*WHAT THE TASK ASKS*
Once the line holding "filename portal/datasets/services.py" is found in the listing below, write it out and each later line exactly, up to and including the one holding "from pathlib import Path, PurePosixPath".
*** Opening of DATA TO USE ***
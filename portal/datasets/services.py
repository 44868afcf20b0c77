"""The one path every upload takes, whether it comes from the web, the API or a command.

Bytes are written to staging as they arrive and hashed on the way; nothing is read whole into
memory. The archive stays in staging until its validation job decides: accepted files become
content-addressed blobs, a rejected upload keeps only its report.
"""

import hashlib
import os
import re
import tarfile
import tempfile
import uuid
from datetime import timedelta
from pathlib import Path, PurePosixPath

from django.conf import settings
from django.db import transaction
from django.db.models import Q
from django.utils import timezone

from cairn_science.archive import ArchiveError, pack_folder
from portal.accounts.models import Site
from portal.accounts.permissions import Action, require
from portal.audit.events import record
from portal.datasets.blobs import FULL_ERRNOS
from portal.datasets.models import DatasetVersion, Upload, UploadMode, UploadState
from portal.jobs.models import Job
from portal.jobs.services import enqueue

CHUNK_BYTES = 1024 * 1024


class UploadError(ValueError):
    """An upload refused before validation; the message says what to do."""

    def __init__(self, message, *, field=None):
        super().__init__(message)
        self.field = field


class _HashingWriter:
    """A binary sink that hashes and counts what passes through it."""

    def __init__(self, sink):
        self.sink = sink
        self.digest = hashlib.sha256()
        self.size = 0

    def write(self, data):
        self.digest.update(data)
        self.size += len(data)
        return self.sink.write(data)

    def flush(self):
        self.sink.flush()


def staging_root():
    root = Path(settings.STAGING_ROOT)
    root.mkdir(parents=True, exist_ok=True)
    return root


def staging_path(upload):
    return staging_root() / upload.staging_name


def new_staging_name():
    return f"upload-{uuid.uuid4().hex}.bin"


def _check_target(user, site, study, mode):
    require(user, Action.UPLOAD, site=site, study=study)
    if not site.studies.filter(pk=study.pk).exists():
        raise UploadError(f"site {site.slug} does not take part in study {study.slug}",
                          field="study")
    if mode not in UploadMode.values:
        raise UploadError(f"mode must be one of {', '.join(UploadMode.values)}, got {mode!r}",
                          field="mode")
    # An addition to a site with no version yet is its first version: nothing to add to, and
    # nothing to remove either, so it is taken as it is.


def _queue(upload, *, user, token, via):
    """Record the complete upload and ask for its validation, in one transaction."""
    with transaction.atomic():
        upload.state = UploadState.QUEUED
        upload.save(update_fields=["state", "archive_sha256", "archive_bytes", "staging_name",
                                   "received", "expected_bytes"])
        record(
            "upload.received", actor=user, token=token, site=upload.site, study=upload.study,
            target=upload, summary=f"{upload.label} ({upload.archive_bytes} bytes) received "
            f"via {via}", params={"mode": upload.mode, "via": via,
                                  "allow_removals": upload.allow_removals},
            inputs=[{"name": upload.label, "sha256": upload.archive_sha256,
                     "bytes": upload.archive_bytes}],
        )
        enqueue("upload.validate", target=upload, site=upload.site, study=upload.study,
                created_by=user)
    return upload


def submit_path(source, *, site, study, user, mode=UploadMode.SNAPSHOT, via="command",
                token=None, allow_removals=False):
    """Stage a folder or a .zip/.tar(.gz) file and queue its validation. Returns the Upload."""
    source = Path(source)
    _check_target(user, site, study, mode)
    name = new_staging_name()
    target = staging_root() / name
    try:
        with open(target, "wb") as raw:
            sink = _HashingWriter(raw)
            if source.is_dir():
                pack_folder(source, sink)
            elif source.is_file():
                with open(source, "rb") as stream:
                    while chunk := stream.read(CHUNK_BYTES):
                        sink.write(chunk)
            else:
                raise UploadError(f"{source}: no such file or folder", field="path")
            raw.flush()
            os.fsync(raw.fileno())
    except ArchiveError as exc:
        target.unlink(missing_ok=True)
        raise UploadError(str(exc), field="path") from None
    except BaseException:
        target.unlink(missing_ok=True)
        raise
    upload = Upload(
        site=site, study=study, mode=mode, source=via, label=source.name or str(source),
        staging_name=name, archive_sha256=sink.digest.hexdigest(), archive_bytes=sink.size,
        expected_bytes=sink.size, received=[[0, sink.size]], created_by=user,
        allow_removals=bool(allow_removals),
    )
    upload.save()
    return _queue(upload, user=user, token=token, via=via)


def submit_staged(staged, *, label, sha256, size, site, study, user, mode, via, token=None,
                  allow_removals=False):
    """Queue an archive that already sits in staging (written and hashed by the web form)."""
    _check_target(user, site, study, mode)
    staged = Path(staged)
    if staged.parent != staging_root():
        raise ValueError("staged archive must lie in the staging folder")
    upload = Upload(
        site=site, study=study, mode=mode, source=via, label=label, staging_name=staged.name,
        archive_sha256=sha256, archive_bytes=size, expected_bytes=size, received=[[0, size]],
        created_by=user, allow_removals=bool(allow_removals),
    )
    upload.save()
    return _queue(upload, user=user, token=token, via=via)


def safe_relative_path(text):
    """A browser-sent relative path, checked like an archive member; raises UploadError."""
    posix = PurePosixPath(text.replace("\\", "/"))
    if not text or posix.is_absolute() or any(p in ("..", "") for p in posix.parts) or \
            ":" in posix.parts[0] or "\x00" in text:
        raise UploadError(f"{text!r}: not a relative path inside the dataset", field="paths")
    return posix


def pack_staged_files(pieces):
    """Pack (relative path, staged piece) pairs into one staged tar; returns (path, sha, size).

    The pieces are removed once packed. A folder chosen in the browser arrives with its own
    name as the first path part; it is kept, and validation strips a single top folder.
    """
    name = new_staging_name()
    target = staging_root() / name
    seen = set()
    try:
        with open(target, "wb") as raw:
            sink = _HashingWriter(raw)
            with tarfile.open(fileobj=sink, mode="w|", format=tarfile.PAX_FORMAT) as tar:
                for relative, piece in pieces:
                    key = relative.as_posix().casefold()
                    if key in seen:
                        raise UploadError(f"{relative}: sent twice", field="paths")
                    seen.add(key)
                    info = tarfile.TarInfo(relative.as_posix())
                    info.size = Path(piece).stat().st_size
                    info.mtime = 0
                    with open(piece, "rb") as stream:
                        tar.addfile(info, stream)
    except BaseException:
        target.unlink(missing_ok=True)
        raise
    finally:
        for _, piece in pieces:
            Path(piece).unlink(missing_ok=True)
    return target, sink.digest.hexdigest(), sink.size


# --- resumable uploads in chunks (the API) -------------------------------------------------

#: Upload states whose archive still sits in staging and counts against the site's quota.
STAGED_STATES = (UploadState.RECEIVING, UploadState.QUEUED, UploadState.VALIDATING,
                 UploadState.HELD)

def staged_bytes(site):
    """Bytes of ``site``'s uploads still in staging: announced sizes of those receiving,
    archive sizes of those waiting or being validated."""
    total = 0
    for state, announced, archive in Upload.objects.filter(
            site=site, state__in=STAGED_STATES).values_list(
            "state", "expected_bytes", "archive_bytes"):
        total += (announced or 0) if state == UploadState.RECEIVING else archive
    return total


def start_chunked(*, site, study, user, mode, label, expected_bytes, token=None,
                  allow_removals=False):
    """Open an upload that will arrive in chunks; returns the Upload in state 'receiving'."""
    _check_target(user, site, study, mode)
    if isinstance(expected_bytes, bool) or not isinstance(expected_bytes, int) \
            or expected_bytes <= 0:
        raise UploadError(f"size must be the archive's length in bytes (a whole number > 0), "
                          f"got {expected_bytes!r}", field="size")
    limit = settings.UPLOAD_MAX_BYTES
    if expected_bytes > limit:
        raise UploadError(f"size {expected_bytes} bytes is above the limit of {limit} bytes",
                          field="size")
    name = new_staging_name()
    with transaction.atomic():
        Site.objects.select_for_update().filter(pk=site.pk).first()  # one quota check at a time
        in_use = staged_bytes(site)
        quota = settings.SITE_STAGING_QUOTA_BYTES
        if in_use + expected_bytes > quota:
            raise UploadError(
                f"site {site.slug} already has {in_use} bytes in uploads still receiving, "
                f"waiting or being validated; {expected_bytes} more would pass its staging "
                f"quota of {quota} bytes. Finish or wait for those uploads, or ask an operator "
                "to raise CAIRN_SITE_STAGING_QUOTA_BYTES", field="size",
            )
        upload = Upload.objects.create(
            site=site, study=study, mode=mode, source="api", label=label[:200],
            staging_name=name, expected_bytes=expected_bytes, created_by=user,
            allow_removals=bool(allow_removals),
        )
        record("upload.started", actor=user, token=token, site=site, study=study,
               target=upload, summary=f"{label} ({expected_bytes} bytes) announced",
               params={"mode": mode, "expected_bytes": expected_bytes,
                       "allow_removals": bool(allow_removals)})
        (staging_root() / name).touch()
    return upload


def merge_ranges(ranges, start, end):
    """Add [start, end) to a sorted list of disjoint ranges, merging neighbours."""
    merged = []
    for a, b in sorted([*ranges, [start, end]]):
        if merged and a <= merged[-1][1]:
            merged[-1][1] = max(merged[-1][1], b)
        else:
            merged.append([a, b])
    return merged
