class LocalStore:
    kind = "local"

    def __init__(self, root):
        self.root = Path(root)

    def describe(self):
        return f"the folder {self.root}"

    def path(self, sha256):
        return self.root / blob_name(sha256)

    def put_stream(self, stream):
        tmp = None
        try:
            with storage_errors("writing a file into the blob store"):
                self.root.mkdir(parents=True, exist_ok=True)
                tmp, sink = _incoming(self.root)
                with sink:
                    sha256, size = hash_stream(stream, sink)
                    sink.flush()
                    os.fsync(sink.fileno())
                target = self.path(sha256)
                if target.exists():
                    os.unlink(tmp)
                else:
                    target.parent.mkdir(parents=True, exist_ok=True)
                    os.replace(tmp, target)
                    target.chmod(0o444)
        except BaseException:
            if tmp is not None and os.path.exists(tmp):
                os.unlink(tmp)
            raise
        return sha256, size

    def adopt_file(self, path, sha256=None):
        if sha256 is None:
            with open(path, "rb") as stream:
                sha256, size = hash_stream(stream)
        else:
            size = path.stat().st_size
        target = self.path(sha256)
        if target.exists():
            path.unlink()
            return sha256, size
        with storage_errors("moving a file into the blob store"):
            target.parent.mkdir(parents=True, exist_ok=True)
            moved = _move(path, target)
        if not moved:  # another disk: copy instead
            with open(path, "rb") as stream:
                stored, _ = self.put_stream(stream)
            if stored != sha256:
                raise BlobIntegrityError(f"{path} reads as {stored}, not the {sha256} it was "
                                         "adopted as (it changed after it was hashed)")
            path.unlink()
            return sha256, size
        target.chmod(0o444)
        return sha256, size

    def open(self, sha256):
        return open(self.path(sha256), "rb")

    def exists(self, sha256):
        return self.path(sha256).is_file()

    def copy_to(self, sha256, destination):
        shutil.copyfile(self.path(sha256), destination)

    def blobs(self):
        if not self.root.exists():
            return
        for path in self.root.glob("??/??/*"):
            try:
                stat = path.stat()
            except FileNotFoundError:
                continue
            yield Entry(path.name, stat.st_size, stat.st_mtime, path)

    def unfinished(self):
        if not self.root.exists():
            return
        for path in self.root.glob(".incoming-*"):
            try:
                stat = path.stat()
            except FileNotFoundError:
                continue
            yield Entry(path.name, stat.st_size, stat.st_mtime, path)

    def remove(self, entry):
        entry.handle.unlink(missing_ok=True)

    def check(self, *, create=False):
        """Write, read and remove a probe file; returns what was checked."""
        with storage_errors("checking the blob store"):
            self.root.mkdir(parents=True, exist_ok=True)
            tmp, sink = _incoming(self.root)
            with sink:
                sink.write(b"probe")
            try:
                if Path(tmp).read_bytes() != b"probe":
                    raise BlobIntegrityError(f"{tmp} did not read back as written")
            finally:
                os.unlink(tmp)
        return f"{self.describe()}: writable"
*** Close of DATA TO USE ***
*** Opening of DATA TO USE ***
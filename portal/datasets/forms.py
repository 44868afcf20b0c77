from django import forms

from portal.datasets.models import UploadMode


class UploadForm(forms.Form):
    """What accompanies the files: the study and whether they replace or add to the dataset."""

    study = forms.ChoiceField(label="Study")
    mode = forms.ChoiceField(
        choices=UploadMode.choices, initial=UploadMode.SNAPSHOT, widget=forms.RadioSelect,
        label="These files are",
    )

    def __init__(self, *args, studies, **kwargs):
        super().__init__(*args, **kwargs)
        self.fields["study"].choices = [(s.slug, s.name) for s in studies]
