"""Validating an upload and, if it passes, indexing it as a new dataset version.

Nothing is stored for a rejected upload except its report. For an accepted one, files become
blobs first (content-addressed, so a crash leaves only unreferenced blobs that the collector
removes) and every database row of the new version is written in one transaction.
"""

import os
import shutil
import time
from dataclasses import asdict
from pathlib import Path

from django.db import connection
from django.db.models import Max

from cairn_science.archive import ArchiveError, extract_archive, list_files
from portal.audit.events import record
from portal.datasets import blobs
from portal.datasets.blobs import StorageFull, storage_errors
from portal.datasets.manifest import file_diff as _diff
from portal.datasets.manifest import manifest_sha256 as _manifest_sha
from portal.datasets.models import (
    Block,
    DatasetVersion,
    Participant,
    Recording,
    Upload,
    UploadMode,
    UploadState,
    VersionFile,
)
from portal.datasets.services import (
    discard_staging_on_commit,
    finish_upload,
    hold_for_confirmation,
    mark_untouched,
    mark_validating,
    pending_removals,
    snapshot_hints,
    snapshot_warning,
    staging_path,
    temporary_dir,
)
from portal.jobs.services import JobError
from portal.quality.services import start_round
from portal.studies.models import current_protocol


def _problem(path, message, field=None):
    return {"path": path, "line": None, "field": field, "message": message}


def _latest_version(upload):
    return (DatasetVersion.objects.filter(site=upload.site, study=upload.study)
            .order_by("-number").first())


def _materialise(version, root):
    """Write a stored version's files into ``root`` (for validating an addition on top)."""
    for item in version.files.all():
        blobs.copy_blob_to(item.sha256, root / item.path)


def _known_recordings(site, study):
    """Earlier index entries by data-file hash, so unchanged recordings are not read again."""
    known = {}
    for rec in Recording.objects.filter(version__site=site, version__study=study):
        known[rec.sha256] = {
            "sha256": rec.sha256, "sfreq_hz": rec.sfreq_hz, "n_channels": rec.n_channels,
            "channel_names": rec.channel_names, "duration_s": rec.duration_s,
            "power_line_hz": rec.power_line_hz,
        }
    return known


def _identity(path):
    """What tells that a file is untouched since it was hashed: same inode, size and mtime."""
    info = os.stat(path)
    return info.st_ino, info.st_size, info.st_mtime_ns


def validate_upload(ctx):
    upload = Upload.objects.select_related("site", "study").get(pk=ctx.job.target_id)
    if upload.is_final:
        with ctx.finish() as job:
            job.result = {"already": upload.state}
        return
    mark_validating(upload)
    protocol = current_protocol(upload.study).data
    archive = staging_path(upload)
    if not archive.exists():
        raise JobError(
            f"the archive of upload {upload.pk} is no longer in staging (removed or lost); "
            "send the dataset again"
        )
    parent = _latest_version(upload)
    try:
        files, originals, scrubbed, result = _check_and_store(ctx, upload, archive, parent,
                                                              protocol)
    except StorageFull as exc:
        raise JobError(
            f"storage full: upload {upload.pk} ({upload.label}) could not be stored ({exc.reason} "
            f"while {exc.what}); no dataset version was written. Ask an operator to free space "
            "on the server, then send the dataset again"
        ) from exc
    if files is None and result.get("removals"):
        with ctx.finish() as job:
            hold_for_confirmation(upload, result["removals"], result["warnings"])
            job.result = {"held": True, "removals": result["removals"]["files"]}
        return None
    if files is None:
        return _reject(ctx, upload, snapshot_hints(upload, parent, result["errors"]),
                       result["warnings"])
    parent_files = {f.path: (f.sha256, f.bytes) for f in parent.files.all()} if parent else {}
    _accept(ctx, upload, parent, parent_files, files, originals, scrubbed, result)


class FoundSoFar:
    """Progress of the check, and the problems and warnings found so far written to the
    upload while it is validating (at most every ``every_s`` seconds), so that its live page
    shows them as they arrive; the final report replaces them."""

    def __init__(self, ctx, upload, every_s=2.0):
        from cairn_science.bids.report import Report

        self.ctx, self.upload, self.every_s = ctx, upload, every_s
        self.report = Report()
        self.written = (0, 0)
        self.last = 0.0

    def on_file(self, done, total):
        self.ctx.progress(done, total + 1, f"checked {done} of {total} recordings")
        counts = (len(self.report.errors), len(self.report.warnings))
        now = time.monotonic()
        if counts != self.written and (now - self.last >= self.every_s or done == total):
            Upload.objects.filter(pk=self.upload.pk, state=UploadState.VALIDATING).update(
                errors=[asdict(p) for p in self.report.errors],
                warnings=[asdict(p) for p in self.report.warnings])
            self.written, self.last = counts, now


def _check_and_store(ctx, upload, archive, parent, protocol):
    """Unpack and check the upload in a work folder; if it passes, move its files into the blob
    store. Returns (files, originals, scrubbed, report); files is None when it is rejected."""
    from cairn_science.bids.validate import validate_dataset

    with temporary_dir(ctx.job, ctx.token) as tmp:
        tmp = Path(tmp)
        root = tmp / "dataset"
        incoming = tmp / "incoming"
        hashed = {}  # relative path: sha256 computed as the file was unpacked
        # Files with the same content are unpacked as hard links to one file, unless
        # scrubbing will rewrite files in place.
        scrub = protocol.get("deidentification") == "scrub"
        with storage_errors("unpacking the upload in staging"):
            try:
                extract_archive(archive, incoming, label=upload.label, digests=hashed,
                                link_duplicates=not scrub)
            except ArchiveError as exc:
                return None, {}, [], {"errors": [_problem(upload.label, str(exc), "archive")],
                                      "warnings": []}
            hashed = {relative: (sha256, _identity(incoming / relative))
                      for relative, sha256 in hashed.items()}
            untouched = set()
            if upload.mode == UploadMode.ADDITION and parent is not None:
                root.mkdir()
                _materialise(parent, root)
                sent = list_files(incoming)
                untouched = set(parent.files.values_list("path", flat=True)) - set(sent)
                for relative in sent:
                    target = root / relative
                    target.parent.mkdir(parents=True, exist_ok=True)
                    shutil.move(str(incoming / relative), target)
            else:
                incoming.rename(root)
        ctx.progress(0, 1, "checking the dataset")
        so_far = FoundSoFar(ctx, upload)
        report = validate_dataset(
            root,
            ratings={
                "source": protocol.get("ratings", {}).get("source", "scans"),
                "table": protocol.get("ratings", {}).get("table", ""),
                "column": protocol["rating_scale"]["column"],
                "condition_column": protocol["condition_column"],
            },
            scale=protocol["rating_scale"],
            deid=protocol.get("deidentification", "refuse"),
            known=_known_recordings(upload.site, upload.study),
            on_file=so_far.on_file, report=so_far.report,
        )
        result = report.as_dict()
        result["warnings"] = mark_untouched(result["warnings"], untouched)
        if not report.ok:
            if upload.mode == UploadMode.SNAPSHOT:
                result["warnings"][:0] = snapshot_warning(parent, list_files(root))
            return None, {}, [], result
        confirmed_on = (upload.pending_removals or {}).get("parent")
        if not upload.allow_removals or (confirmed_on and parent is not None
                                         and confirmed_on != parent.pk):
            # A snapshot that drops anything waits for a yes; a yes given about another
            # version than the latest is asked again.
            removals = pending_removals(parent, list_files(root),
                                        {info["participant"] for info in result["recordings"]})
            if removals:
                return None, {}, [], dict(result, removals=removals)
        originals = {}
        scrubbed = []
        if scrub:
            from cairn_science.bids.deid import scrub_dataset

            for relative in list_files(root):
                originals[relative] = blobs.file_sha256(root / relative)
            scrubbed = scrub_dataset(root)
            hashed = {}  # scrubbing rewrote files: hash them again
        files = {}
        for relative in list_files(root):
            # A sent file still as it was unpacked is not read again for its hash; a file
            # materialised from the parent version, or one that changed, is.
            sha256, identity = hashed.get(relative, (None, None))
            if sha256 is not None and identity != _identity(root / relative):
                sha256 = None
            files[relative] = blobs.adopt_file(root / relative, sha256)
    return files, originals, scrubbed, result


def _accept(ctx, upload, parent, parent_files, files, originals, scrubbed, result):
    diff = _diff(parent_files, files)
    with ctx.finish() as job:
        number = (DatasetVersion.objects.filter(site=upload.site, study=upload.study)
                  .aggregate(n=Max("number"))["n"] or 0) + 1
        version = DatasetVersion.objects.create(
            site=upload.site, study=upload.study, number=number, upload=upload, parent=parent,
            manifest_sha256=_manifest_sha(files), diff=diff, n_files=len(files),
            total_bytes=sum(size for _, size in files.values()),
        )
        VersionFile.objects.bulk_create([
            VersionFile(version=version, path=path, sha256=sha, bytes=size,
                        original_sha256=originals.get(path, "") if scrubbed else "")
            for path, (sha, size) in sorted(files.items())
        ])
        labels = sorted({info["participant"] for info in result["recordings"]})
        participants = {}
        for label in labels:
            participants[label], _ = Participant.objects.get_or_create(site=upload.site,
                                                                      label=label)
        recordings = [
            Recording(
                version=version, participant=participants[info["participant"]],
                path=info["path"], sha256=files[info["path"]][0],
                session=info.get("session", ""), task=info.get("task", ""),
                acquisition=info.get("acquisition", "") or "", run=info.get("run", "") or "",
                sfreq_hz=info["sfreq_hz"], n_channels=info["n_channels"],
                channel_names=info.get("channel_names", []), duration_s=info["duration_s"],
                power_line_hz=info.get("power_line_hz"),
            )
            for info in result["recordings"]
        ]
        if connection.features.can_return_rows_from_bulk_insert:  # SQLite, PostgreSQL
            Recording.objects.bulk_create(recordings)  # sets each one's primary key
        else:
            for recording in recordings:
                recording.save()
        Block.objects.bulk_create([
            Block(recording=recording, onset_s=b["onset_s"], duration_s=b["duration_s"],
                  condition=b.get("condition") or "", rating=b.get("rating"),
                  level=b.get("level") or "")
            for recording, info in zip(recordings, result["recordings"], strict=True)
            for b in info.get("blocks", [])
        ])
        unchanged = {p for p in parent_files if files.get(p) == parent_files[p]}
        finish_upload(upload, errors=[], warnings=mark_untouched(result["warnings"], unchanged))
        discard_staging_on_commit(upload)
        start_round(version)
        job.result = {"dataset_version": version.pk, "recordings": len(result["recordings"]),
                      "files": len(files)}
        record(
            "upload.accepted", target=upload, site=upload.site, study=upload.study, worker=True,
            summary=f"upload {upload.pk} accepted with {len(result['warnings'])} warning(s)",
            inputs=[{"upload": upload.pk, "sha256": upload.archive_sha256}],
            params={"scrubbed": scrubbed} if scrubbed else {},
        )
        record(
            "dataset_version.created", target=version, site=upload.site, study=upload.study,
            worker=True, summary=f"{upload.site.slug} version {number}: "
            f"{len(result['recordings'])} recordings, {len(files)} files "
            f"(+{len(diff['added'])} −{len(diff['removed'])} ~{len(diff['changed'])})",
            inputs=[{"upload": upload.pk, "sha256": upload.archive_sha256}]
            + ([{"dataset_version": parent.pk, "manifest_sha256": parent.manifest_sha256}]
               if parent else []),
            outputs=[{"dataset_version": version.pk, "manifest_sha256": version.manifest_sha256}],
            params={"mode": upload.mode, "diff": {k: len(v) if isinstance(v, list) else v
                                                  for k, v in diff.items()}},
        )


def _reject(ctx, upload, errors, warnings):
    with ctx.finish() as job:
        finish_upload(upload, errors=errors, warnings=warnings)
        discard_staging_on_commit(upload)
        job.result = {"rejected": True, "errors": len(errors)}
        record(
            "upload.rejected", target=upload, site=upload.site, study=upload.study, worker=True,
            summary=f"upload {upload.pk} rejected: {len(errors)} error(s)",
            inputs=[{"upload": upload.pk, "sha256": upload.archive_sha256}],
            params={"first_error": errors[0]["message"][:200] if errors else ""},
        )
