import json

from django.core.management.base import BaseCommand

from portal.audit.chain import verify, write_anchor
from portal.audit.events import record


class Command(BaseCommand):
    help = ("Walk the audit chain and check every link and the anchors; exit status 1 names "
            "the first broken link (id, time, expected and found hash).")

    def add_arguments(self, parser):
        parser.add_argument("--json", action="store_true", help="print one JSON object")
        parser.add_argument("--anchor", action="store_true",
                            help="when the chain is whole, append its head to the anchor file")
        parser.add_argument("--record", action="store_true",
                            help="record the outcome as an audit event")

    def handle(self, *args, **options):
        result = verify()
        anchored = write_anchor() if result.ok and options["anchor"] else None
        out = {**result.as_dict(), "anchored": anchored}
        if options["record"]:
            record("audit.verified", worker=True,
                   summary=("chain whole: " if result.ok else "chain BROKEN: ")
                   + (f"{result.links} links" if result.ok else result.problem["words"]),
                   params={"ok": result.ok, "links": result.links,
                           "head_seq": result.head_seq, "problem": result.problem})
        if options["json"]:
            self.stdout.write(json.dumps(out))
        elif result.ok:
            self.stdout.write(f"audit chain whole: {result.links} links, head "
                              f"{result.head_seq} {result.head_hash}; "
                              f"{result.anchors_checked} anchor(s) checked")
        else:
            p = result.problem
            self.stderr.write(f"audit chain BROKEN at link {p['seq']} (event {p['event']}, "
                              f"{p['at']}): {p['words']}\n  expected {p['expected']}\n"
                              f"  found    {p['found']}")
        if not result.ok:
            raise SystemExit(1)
*** Close of DATA TO USE ***
*RESPONSE*
filename portal/datasets/services.py
repository 44868afcf20b0c77
"""The one path every upload takes, whether it comes from the web, the API or a command.

Bytes are written to staging as they arrive and hashed on the way; nothing is read whole into
memory. The archive stays in staging until its validation job decides: accepted files become
content-addressed blobs, a rejected upload keeps only its report.
"""

import hashlib
import os
import re
import tarfile
import tempfile
import uuid
from datetime import timedelta
from pathlib import Path, PurePosixPath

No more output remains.